= Video games in Belgium =

This article is about the video game market and culture in Belgium.

==Consumer availability==

===Distribution===
Distribution in Belgium is usually done by publishers that cover the entire Benelux, although some of the publishers' offices are located in Belgium.
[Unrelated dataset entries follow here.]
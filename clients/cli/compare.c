/* SPDX-License-Identifier: GPL-3.0-or-later */
/* Comparing answers; see compare.h. The kind of a number, and with it its tolerance, follows from
 * the names on the way to it, which the service's contract fixes. */
#include "compare.h"

#include <math.h>
#include <stdlib.h>
#include <string.h>

enum { DEPTH_MAX = LWC_JSON_DEPTH_MAX + 1 };

typedef struct walk {
    const lwc_compare_rules *rules;
    lwc_difference_seen seen;
    void *context;
    double length_scale; /* answer units per mm */
    double angle_scale;  /* answer units per degree */
    lwc_text pointer;
    size_t differences;
} walk;

static const char *const KIND_NAMES[LWC_UNIT_KINDS] = {"length_mm", "angle_deg", "ratio", "reading",
                                                       "count"};

const char *lwc_unit_kind_name(lwc_unit_kind kind)
{
    return KIND_NAMES[kind];
}

bool lwc_unit_kind_find(lwc_unit_kind *out, const char *name)
{
    for (int i = 0; i < LWC_COUNT; i++) {
        if (strcmp(KIND_NAMES[i], name) == 0) {
            *out = (lwc_unit_kind)i;
            return true;
        }
    }
    return false;
}

static bool in_list(const char *list, const char *name)
{
    size_t len = strlen(name);
    for (const char *p = list; p != NULL && *p != '\0';) {
        size_t part = strcspn(p, ",");
        if (part == len && memcmp(p, name, len) == 0) {
            return true;
        }
        p += part;
        p += *p == ',';
    }
    return false;
}

/* Whether one of the sources has an array `list` that holds `name`. */
static bool in_sources(const lwc_compare_rules *rules, const char *list, const char *name)
{
    for (size_t i = 0; i < 2; i++) {
        const cJSON *item = NULL;
        cJSON_ArrayForEach(item, lwc_json_get(rules->source[i], list))
        {
            if (cJSON_IsString(item) && strcmp(item->valuestring, name) == 0) {
                return true;
            }
        }
    }
    return false;
}

static bool is_left_out(const lwc_compare_rules *rules, const char *name)
{
    /* What changes with time or revision without the machine's answer being another one. */
    static const char *const VOLATILE =
        "served_at,digest,revision,state,request_id,instance,tag,iterations,boxes,cells";
    if (in_list(rules->check, name) || in_sources(rules, "check", name)) {
        return false;
    }
    return in_list(VOLATILE, name) || in_list(rules->ignore, name) ||
           in_sources(rules, "ignore", name);
}

/* Kind that a member's name gives to the numbers in it; `outer` where the name says nothing. */
static lwc_unit_kind kind_of(const char *name, lwc_unit_kind outer)
{
    static const struct {
        const char *names;
        lwc_unit_kind kind;
    } TABLE[] = {
        {"code,no,mode_no,revision,complex,real,not_converged,rank,ranks,dimension,from,to,"
         "mobility",
         LWC_COUNT},
        {"drives,joints,disagreement,allowed,readings", LWC_READING},
        {"quaternion,direction,margins,least,margin,at,open,proof", LWC_RATIO},
        {"position,length,characteristic_length,distance,pose,point,along", LWC_LENGTH},
        {"zyx,rotation_vector,angle,rz,rx,ry,yaw,pitch,roll,about,turn", LWC_ANGLE},
    };
    bool in_joints = outer == LWC_READING; /* a joint may bear any name */
    for (size_t i = 0; i < sizeof TABLE / sizeof TABLE[0] && !in_joints; i++) {
        if (in_list(TABLE[i].names, name)) {
            return TABLE[i].kind;
        }
    }
    if (strcmp(name, "limits_broken") == 0) {
        return LWC_READING;
    }
    return outer;
}

/* Whether the pointer fits a pattern in which '*' stands for one whole step. */
static bool pointer_fits(const char *pointer, const char *pattern)
{
    while (*pointer != '\0' && *pattern != '\0') {
        if (pattern[0] == '*' && (pattern[1] == '/' || pattern[1] == '\0')) {
            pattern++;
            pointer += strcspn(pointer, "/");
        } else if (*pointer++ != *pattern++) {
            return false;
        }
    }
    return *pointer == '\0' && *pattern == '\0';
}

static double tolerance_here(const walk *w, lwc_unit_kind kind, double expected)
{
    for (size_t i = 0; i < 2; i++) {
        const cJSON *item = NULL;
        cJSON_ArrayForEach(item, lwc_json_get(w->rules->source[i], "at"))
        {
            if (cJSON_IsNumber(item) && pointer_fits(lwc_text_string(&w->pointer), item->string)) {
                return item->valuedouble;
            }
        }
    }
    double tolerance = w->rules->tolerance.by_kind[kind];
    if (kind == LWC_LENGTH) {
        return tolerance * w->length_scale;
    }
    if (kind == LWC_ANGLE) {
        return tolerance * w->angle_scale;
    }
    /* A condition number of a million has no sixth decimal worth comparing. */
    return kind == LWC_RATIO && fabs(expected) > 1.0 ? tolerance * fabs(expected) : tolerance;
}

static void report(walk *w, const cJSON *expected, const cJSON *got, const char *note)
{
    w->differences++;
    if (w->seen != NULL) {
        lwc_difference difference = {.pointer = lwc_text_string(&w->pointer),
                                     .expected = expected,
                                     .got = got,
                                     .note = note};
        w->seen(w->context, &difference);
    }
}

static void compare_numbers(walk *w, const cJSON *expected, const cJSON *got, lwc_unit_kind kind,
                            const char *name, double sign)
{
    double off = sign * got->valuedouble - expected->valuedouble;
    double tolerance =
        kind == LWC_COUNT ? 0.0 : tolerance_here(w, kind, expected->valuedouble);
    /* Parts of an orientation mean the same one turn further on; coordinates do not. */
    if (kind == LWC_ANGLE && name != NULL && in_list("yaw,pitch,roll,rz", name)) {
        off = remainder(off, 360.0 * w->angle_scale);
    }
    if (!(fabs(off) <= tolerance)) {
        w->differences++;
        if (w->seen != NULL) {
            lwc_difference difference = {.pointer = lwc_text_string(&w->pointer),
                                         .expected = expected,
                                         .got = got,
                                         .is_number = true,
                                         .off = off,
                                         .tolerance = tolerance,
                                         .kind = kind};
            w->seen(w->context, &difference);
        }
    }
}

static void compare_values(walk *w, const cJSON *expected, const cJSON *got, lwc_unit_kind kind,
                           const char *name, double sign);

/* -1 where the two quaternions are nearer with one turned round: q and -q turn a body alike. */
static double quaternion_sign(const cJSON *expected, const cJSON *got)
{
    double dot = 0.0;
    const cJSON *part = NULL;
    cJSON_ArrayForEach(part, expected)
    {
        double value = 0.0;
        if (cJSON_IsNumber(part) && lwc_json_number(got, part->string, &value)) {
            dot += part->valuedouble * value;
        }
    }
    return dot < 0.0 ? -1.0 : 1.0;
}

static void compare_objects(walk *w, const cJSON *expected, const cJSON *got, lwc_unit_kind kind,
                            const char *name)
{
    double sign = name != NULL && strcmp(name, "quaternion") == 0 ? quaternion_sign(expected, got)
                                                                  : 1.0;
    const cJSON *member = NULL;
    cJSON_ArrayForEach(member, expected)
    {
        if (is_left_out(w->rules, member->string) && kind != LWC_READING) {
            continue;
        }
        size_t len = w->pointer.len;
        lwc_pointer_add(&w->pointer, member->string);
        const cJSON *other = lwc_json_get(got, member->string);
        if (other == NULL) {
            report(w, member, NULL, "missing");
        } else {
            compare_values(w, member, other, kind_of(member->string, kind), member->string, sign);
        }
        w->pointer.len = len;
        w->pointer.data[len] = '\0';
    }
}

static const char *mode_of(const cJSON *item)
{
    return lwc_json_string(item, "mode");
}

/* Every member is an object with a mode of its own: then members belong together by mode. */
static bool has_own_modes(const cJSON *array)
{
    if (!cJSON_IsArray(array) || array->child == NULL) {
        return false;
    }
    size_t checked = 0;
    const cJSON *item = NULL;
    cJSON_ArrayForEach(item, array)
    {
        if (mode_of(item) == NULL || ++checked > 512) {
            return false;
        }
        for (const cJSON *before = array->child; before != item; before = before->next) {
            if (strcmp(mode_of(before), mode_of(item)) == 0) {
                return false;
            }
        }
    }
    return true;
}

static const cJSON *by_mode(const cJSON *array, const char *mode)
{
    const cJSON *item = NULL;
    cJSON_ArrayForEach(item, array)
    {
        if (strcmp(mode_of(item), mode) == 0) {
            return item;
        }
    }
    return NULL;
}

static void compare_arrays(walk *w, const cJSON *expected, const cJSON *got, lwc_unit_kind kind)
{
    int n_expected = cJSON_GetArraySize(expected);
    int n_got = cJSON_GetArraySize(got);
    bool modes = has_own_modes(expected) && has_own_modes(got);
    if (n_expected != n_got) {
        char note[80];
        (void)snprintf(note, sizeof note, "expected %d, got %d", n_expected, n_got);
        report(w, expected, got, note);
        if (!modes) {
            return; /* one more or one fewer: which belongs to which is unknown */
        }
    }
    size_t no = 0;
    const cJSON *other = got->child;
    const cJSON *item = NULL;
    cJSON_ArrayForEach(item, expected)
    {
        char step[24];
        (void)snprintf(step, sizeof step, "%zu", no++);
        size_t len = w->pointer.len;
        lwc_pointer_add(&w->pointer, step);
        const cJSON *partner = modes ? by_mode(got, mode_of(item)) : other;
        if (partner == NULL) {
            report(w, item, NULL, "no solution in this mode");
        } else {
            compare_values(w, item, partner, kind, NULL, 1.0);
        }
        other = other != NULL ? other->next : NULL;
        w->pointer.len = len;
        w->pointer.data[len] = '\0';
    }
}

static void compare_values(walk *w, const cJSON *expected, const cJSON *got, lwc_unit_kind kind,
                           const char *name, double sign)
{
    if (cJSON_IsObject(expected) && cJSON_IsObject(got)) {
        compare_objects(w, expected, got, kind, name);
    } else if (cJSON_IsArray(expected) && cJSON_IsArray(got)) {
        compare_arrays(w, expected, got, kind);
    } else if (cJSON_IsNumber(expected) && cJSON_IsNumber(got)) {
        compare_numbers(w, expected, got, kind, name, sign);
    } else if (cJSON_IsString(expected) && cJSON_IsString(got)) {
        if (strcmp(expected->valuestring, got->valuestring) != 0) {
            report(w, expected, got, NULL);
        }
    } else if ((expected->type & 0xff) != (got->type & 0xff)) {
        report(w, expected, got, NULL);
    }
}

size_t lwc_compare(const cJSON *expected, const cJSON *got, const lwc_compare_rules *rules,
                   lwc_difference_seen seen, void *context)
{
    walk w = {.rules = rules, .seen = seen, .context = context, .length_scale = 1.0,
              .angle_scale = 1.0};
    const cJSON *units = lwc_json_get(expected, "units");
    const char *length = lwc_json_string(units, "length");
    const char *angle = lwc_json_string(units, "angle");
    if (length != NULL && strcmp(length, "m") == 0) {
        w.length_scale = 1e-3;
    }
    if (angle != NULL && strcmp(angle, "rad") == 0) {
        w.angle_scale = 3.14159265358979323846 / 180.0;
    }
    lwc_text_puts(&w.pointer, "");
    compare_values(&w, expected, got, LWC_RATIO, NULL, 1.0);
    lwc_text_clear(&w.pointer);
    return w.differences;
}

cJSON *lwc_narrow(const cJSON *expected, const cJSON *got)
{
    if (cJSON_IsObject(expected) && cJSON_IsObject(got)) {
        cJSON *out = lwc_json_object();
        const cJSON *member = NULL;
        cJSON_ArrayForEach(member, expected)
        {
            const cJSON *other = lwc_json_get(got, member->string);
            if (other != NULL) {
                lwc_json_put(out, member->string, lwc_narrow(member, other));
            }
        }
        return out;
    }
    if (cJSON_IsArray(expected) && cJSON_IsArray(got) && expected->child != NULL &&
        cJSON_GetArraySize(expected) == cJSON_GetArraySize(got)) {
        bool modes = has_own_modes(expected) && has_own_modes(got);
        cJSON *out = cJSON_CreateArray();
        const cJSON *item = expected->child;
        const cJSON *other = NULL;
        cJSON_ArrayForEach(other, got)
        {
            const cJSON *like = modes ? by_mode(expected, mode_of(other)) : item;
            cJSON *narrowed = lwc_narrow(like != NULL ? like : expected->child, other);
            if (!cJSON_AddItemToArray(out, narrowed)) {
                cJSON_Delete(narrowed);
            }
            item = item->next;
        }
        return out;
    }
    return lwc_json_copy(got);
}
Since not every publisher has a separate office for the Benelux, certain publishers take care of multiple labels, including those of other publishers.

===Rating===
Belgium supports the PEGI rating system but there is no legislative basis. PEGI was developed and is owned by the Interactive Software Federation of Europe which is based in Brussels.

===Sales===
In 2011, the Belgian consumer bought 6.54 million games. More than 84% of those games were console games. The sales generated a revenue of 220 million euro, which means they stayed stable compared to 2010.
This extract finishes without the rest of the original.